En mai 1709, Jean Cadieux, né à Boucherville le 12 mars 1671, fils cadet de Jean Cadieux et de Marie Valade, meurt de blessures et d’épuisement en voulant sauver ses compagnons de voyage des attaques des Iroquois. Des canotiers venus d’Oka ont trouvé son corps, en haut des Sept Chutes du Grand Calumet, tenant dans ses mains un texte écrit sur un écorce de bouleau, relatant sa mort, à l’origine de la légende La complainte de Cadieux.
Voici un extrait du texte de la Complainte de Cadieux (extrait de Forestiers et Voyageurs, Chapitre XV, de Jean-Charles Taché5):
« Petit rocher de la haute montagne, je viens ici finir cette campagne!Ah! doux échos, entendez mes soupirs en languissant, je vais bientôt mourir. »Cadieux s’engage depuis 1695 pour conduire des canots dans la région des Grands Lacs pour en ramener des fourrures. Il épouse le 30 mai 1695 à Boucherville, Marie Bourdon, né le 11 août 1675 au même endroit.
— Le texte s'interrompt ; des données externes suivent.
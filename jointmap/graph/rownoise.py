"""Noise that odometry rows state by themselves, as the walk along the rows takes it."""

from __future__ import annotations

from dataclasses import dataclass

import numpy as np
from numpy.typing import NDArray

from jointmap import frames
from jointmap.graph.walk import INCREMENT_COVARIANCE, INCREMENT_SIGMA, NO_NOISE, TWIST_SIGMA
from jointmap.ingest.survey import Odometry

Floats = NDArray[np.float64]

#: Rows handled at once, so that temporary matrices stay small.
_CHUNK = 65_536


@dataclass(frozen=True)
class RowNoise:
    """Stated noise of each interval between rows.

    ``kind`` as in :func:`jointmap.graph.walk.row_noise`; ``values`` (M, dof, 1) variances in table
    order or (M, dof, dof) covariance in the body tangent at the interval's end, NaN where a row
    states nothing usable; ``n_ignored`` counts accumulated covariances that could not be used.
    """

    kind: int
    values: Floats
    n_ignored: int


def stated_noise(odometry: Odometry, edges: Floats, dimension: int) -> RowNoise:
    """What the rows state about their own noise.

    Parameters
    ----------
    odometry : Odometry
    edges : (M+1,) seconds
        Ends of the intervals that the rows describe (one more than rows in twist form).
    dimension : int

    Notes
    -----
    Pose form: the sigmas of row k belong to the increment from row k - 1. Twist form: they are
    white from row to row, ``(sigma dt)^2`` over an interval of dt; a sideways sigma that is not
    given is that of the forward speed, as in the noise model. Accumulated covariances (pose form)
    count where ``P_k - A P_(k-1) A^T`` is positive definite, with both in body tangents and A the
    adjoint of the inverse increment.
    """
    nothing = RowNoise(NO_NOISE, np.zeros((0, 1, 1)), 0)
    if odometry.sigma is not None and np.isfinite(odometry.sigma).any():
        sigma = np.asarray(odometry.sigma, dtype=np.float64)
        if odometry.form == "pose":
            return RowNoise(INCREMENT_SIGMA, (sigma[1:] ** 2)[..., None], 0)
        if dimension == 2:
            sigma = sigma.copy()
            sideways = np.isnan(sigma[:, 1])
            sigma[sideways, 1] = sigma[sideways, 0]
        spread = (sigma * np.diff(edges)[:, None]) ** 2
        return RowNoise(TWIST_SIGMA, spread[..., None], 0)
    if odometry.acc_cov is None or not np.isfinite(odometry.acc_cov).any():
        return nothing
    if odometry.pose is None:
        return RowNoise(NO_NOISE, nothing.values, len(odometry.t_s))
    return _from_accumulated(odometry.pose, odometry.acc_cov, dimension)


def _from_accumulated(rows: Floats, accumulated: Floats, dimension: int) -> RowNoise:
    """Differences of accumulated covariances (N, dof, dof) along pose rows (N, 3 or 7)."""
    group = frames.group(dimension)
    n = len(rows) - 1
    values = np.empty((n, group.dof, group.dof))
    ignored = 0
    for lo in range(0, n, _CHUNK):
        hi = min(lo + _CHUNK, n)
        pose = group.from_rows(rows[lo : hi + 1])
        body = group.covariance_from_table(pose, accumulated[lo : hi + 1])
        back = group.adjoint(group.between(pose[1:], pose[:-1]))
        grown = body[1:] - back @ body[:-1] @ np.swapaxes(back, -1, -2)
        grown = 0.5 * (grown + np.swapaxes(grown, -1, -2))
        finite = np.asarray(np.isfinite(grown).all(axis=(1, 2)), dtype=bool)
        smallest = np.linalg.eigvalsh(np.where(finite[:, None, None], grown, 0.0))[:, 0]
        usable = np.asarray(finite & (smallest > 0.0), dtype=bool)
        ignored += hi - lo - int(usable.sum())
        values[lo:hi] = np.where(usable[:, None, None], grown, np.nan)
    kind = INCREMENT_COVARIANCE if ignored < n else NO_NOISE
    return RowNoise(kind, values, ignored)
On dit de cette dernière qu’elle est algonquine. Ses parents, possiblement adoptifs, sont Jacques Bourdon (1650-1724) et Marie Ménard (1658-1726), tous deux nés en France. Après la mort de Jean Cadieux, elle épouse Antoine Quenneville le 26 mai 1710 à Longueuil.
Il avait donc écrit sa complainte, son chant de mort sur un feuillet d’écorce et s’endormit pour ne plus jamais se réveiller…
Je ne savais pas qu’un de mes ancêtres écrivait si bien que ça.